As the given 3D face may have $n>3$ vertices the numerically given points $P_i=(p_i^1, p_i^2, p_i^3)$ $\ (1\leq i\leq n)$ will not lie in a plane $a_1x^1+a_2x^2+a_3x^3=\rho$. Therefore finding a covector $a=(a_1, a_2, a_3)$ and a $\rho\geq 0$ such that $|a|^2=1$ and $$\sum_{k=1}^3 a_k\ p_i^k =\rho\qquad(1\leq i\leq n)\qquad(*)$$ is actually an overdetermined system, and it will not be possible to fulfill all $n$ equations $(*)$ simultaneously.

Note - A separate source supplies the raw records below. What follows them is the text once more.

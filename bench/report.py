"""The HTML report of a run: one self-contained file that opens offline.

``report.html`` in the run folder holds everything inline: CSS in a ``<style>`` element, plots as
``data:image/png;base64`` URIs, no scripts and no external links. The same PNGs are also written
to the run's ``plots/`` folder. Every piece of text from the run (labels, instrument replies,
notes, events) is HTML-escaped.
"""

from __future__ import annotations

from dataclasses import dataclass

import base64
import html
import re
import time
from pathlib import Path

import numpy as np
import pandas as pd

from bench import plots
from bench.analysis import maps as maps_mod
from bench.analysis import runview
from bench.errors import BenchError

__all__ = ["DISCLAIMER", "PAGE_CSS", "SAFETY_CAUTIONS", "embed_png", "esc", "html_table", "page",
           "safe_name", "write_report"]

DISCLAIMER = (
    "A pre-scan is an estimate, not a compliance verdict. Bench set-ups, probes, cables and "
    "sites differ from an accredited test site; levels and margins here indicate risk only. "
    "Defer to the applicable standard, an accredited test house and local regulations."
)

SAFETY_CAUTIONS = (
    "Analyzer inputs are easily damaged, typically above +30 dBm or by any DC voltage (0 V DC "
    "rating): use an attenuator, a DC block and a limiter, especially with line impedance "
    "stabilisation networks and probes near switching nodes.",
    "Boards under test may carry mains or high voltage; probes and stages come close to them.",
    "A moving stage can pinch fingers and crash a probe into a board: soft limits, a safe "
    "travel height and an emergency stop are the operator's responsibility; the tool enforces "
    "only the limits it is given.",
    "Intentional radiators near people: follow the applicable RF exposure rules.",
)

PAGE_CSS = """
body { font-family: system-ui, sans-serif; margin: 1.5em auto; max-width: 1200px; color: #222;
       padding: 0 1em; line-height: 1.4; }
h1 { border-bottom: 3px solid #21618c; padding-bottom: .2em; }
h2 { border-bottom: 1px solid #ccc; margin-top: 2em; }
.notice { border: 3px solid #b2182b; background: #fdecea; padding: .8em 1em; font-weight: 600; }
.safety { border: 2px solid #e08214; background: #fff4e5; padding: .5em 1em; }
.warn { color: #8a4b00; background: #fff4e5; padding: .2em .5em; }
table { border-collapse: collapse; margin: .6em 0; font-size: .9em; }
th, td { border: 1px solid #bbb; padding: .2em .5em; text-align: left; }
th { background: #eef3f7; }
td.num { text-align: right; font-variant-numeric: tabular-nums; }
tr.fail td { background: #fbe3e4; } tr.near td { background: #fff1dc; }
tr.ambient td { color: #777; }
img { max-width: 100%; border: 1px solid #ddd; }
pre { background: #f6f6f6; padding: .5em; overflow-x: auto; font-size: .85em; }
"""
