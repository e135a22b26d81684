"""Before/after comparison of two runs: did the fix help, where and by how much.

For every step label present in both runs: the corrected spectra overlaid with their
difference (after minus before, dB: negative is an improvement), the suspects matched by
frequency with their change in level and margin, and for grid steps the change of the combined
near-field map and both hot-spot tables. Output: ``compare.html`` (self-contained, like the
report) and PNGs, by default in ``<after run>/compare-<before run folder name>/``.

Each step is summarised once, in a :class:`bench.analysis.changes.StepChange`: the line the
terminal prints, the line at the top of the page and the figures of the step's section are all
rendered from it (:class:`Comparison` carries them to the caller).
"""

from __future__ import annotations

import shutil

from dataclasses import dataclass
from pathlib import Path

import numpy as np
import pandas as pd

from bench import plots
from bench.analysis.changes import ChangeExtremes, KindComparison, StepChange
from bench.analysis.maps import MapChange, compare_maps
from bench.analysis import runview
from bench.analysis.peaks import find_peaks_hz
from bench.units import format_hz
from bench.errors import AnalysisError, BenchError
from bench.htmlkit import DISCLAIMER, embed_png, esc, html_table, mhz, page, safe_name
from bench.steps import KINDS
from bench.store import open_run

__all__ = ["MATCH_COLUMNS", "Comparison", "MapChange", "StepChange", "compare_maps", "compare_runs",
           "compare_spectra", "match_suspects", "match_tolerance_hz"]
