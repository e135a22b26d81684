"""Turn a validated bench file into capabilities (for the planner) and open instruments (to run).

Everything instrument-specific comes from the profiles the bench file names; the address string
alone picks the transport.
"""

from __future__ import annotations

import logging
import re
from pathlib import Path

from bench.drivers.analyzer import Analyzer, load_analyzer_profile
from bench.errors import BenchError, ConfigError, PlanError
from bench.planner import AnalyzerCaps, bench_caps, make_plan
from bench.run import Station
from bench.transports import is_visa_address, open_transport

__all__ = ["capabilities", "build_plan", "connect_station", "identify_all", "profiles_for"]

log = logging.getLogger("bench.station")


def _base(bench) -> Path | None:
    path = getattr(bench, "source_path", None)
    return Path(path).parent if path else None


def profiles_for(bench) -> dict:
    """Load every profile the bench file names (errors name the bench section)."""
    from bench.drivers.positioner import PositionerProfile
    from bench.drivers.stage import StageProfile
    from bench.drivers.supply import load_supply_profile

    base = _base(bench)
    out = {"analyzer": _load(lambda: load_analyzer_profile(bench.analyzer.profile, base_dir=base), "analyzer")}
    if bench.stage is not None:
        out["stage"] = _load(lambda: StageProfile.load(bench.stage.profile, base_dir=base), "stage")
    if bench.mast is not None:
        out["mast"] = _load(lambda: PositionerProfile.load(bench.mast.profile, base_dir=base), "mast")
    if bench.turntable is not None:
        out["turntable"] = _load(lambda: PositionerProfile.load(bench.turntable.profile, base_dir=base), "turntable")
    if getattr(bench, "supply", None) is not None:
        out["supply"] = _load(lambda: load_supply_profile(bench.supply.profile, base_dir=base), "supply")
    return out


def _load(fn, section: str):
    try:
        return fn()
    except ConfigError as exc:
        if exc.key is None:
            exc.key = f"[{section}] profile"
            exc.args = (exc.one_line(),)
        raise


def capabilities(bench, profiles: dict | None = None):
    """Planner capabilities from the bench file and its profiles."""
    profiles = profiles or profiles_for(bench)
    ap = profiles["analyzer"]
    analyzer = AnalyzerCaps(max_points=ap.max_points, min_points=ap.min_points, sweep_time_k=ap.sweep_time_k,
                            min_sweep_time_s=ap.min_sweep_time_s, transfer_bytes_per_s=ap.transfer_bytes_per_s,
                            command_overhead_s=ap.command_overhead_s)
    kwargs = {}
    if "stage" in profiles:
        kwargs["stage_accel_m_per_s2"] = profiles["stage"].accel_m_per_s2
    if "mast" in profiles and profiles["mast"].mast is not None:
        kwargs["mast_speed_m_per_s"] = profiles["mast"].mast.speed_per_s
    if "turntable" in profiles and profiles["turntable"].turntable is not None:
        kwargs["turntable_speed_deg_per_s"] = profiles["turntable"].turntable.speed_per_s
    return bench_caps(bench, analyzer=analyzer, **kwargs)


def build_plan(sequence, bench, *, sequence_dir: Path | None = None):
    """Check a sequence against a bench and expand it into actions (no I/O).

    Besides the planner's own checks (stage travel, mast and turntable limits, probes), every
    problem that would otherwise stop a run half-way is caught here, before anything moves:
    sweep settings the analyzer cannot do, limit lines that cannot be loaded, transducer tables
    that do not cover a sweep, an ambient capture with no way to switch the board off.
    """
    profiles = profiles_for(bench)
    plan = make_plan(sequence, capabilities(bench, profiles))
    preflight(plan, sequence, bench, profiles, sequence_dir=sequence_dir)
    return plan
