def _roles(session) -> set[str]:
    from bench.instruments import needs_of
    from bench.steps import kind_of

    return needs_of(session.plan, [(kind_of(s), s) for s in session.sequence.steps])


def cautions(session) -> list[str]:
    """The cautions that apply to the instruments this run uses (analyzer damage level first)."""
    from bench.cautions import analyzer_caution, cautions_for

    ap = session.profiles["analyzer"]
    return cautions_for(_roles(session), analyzer_caution(ap.name, ap.damage_level_dbm))


def to_confirm(session) -> list[str]:
    """What will move or switch on a real bench (empty on the simulated bench)."""
    from bench.cautions import MOTION, POWER

    if session.sim is not None:
        return []
    roles = _roles(session)
    return [MOTION[r] for r in ("stage", "mast", "turntable") if r in roles] + (
        [POWER] if "supply" in roles else [])


def banner(session) -> list[str]:
    """What a run is about to do, for people: sequence, board under test, bench, plan."""
    seq = session.sequence
    lines = [f"sequence   {seq.name} ({session.sequence_path})"]
    lines.append(f"board      {seq.eut.describe()}" if seq.eut is not None
                 else "board      not named (an [eut] table in the sequence names it in the report)")
    if session.sim is not None:
        settings = session.sim_settings or {}
        board = settings.get("board", "demo")
        lines.append(f"bench      simulated: {session.bench_path.name}, board "
                     f"{'demo board' if board == 'demo' else Path(board).name}, seed {settings.get('seed', 1)}")
        if not settings.get("realtime"):
            lines.append("           the simulator's clock is accelerated: the run takes seconds; the plan's "
                         "times are what a real bench would take")
    else:
        lines.append(f"bench      {session.bench_path}")
    return lines + ["plan       " + line if i == 0 else "           " + line
                    for i, line in enumerate(session.plan.summary_lines())]


def run_sequence(session, *, out_root: Path, plots: bool = True, unattended: bool = False) -> Path:
    """Carry out a prepared session in a new run folder (and write its report). Returns the folder.

    ``unattended``: the operator skipped the confirmation before motion; recorded in the manifest.
    """
    from bench.runner import execute_new_run

    if Path(out_root).exists() and not Path(out_root).is_dir():
        raise ConfigError(f"expected a folder for the run folders, found a file: {out_root}", key="--out")
    folder = execute_new_run(session, out_root=out_root, unattended=unattended)
    if plots:
        report(folder)
    return folder


def prepare_resume(folder: Path, options: BenchOptions, *, accept_changes: bool = False,
                   stack: ExitStack | None = None):
    """Check that an interrupted run can go on, and prepare its session; writes nothing.

    On the simulated bench the run's own board and seed are used. A file the run read that
    changed since (limits, tables, profiles, board), or another board or seed, is refused
    with the list of what changed unless ``accept_changes``.

    Returns
    -------
    (bench.session.Session, str)
        The session and a line saying where the run resumes and how much is left.
    """
    from bench.provenance import changed_files
    from bench.runner import resumable_files, resume_point

    seq_path, bench_file, manifest = resumable_files(folder, bench_path=options.bench_path)
    sim = options.sim or bool(manifest.get("simulated") and options.bench_path is None)
    board, seed = _resume_simulator(manifest, options, sim, accept_changes)
    session = prepare(seq_path, BenchOptions(bench_file, sim, board, seed, options.realtime), stack=stack)
    changes = changed_files(manifest.get("files", {}), session.used_files()) if "files" in manifest else []
    if changes and not accept_changes:
        raise ConfigError(f"{folder}: files the run read changed since it started: {'; '.join(changes)}. "
                          "Restore them, or resume with --accept-changes to continue with the new ones")
    session.accepted_changes = changes
    session.resumed = int(manifest.get("resumed", 0))
    return session, resume_point(folder, session.plan)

Now the error $\bigl|\sum_{k=1}^3 a_k\ p_i^k -\rho\bigr|$ is equal to the distance of the point $P_i$ from the plane $a_1x^1+a_2x^2+a_3x^3=\rho$. It is therefore reasonable to choose the $a_k$ (with $|a|=1$) and $\rho\geq 0$ in such a way that $$\sum_{i=1}^n\bigl(\sum_{k=1}^3 a_k\ p_i^k -\rho\bigr)^2$$ becomes minimal. This least squares principle is a standard tool in numerical linear algebra; see, e.g., Golub/van Loan: Matrix computations.

Entering the words "least squares hyperplane points" into Google one obtains a host of papers addressing exactly the problem posed here.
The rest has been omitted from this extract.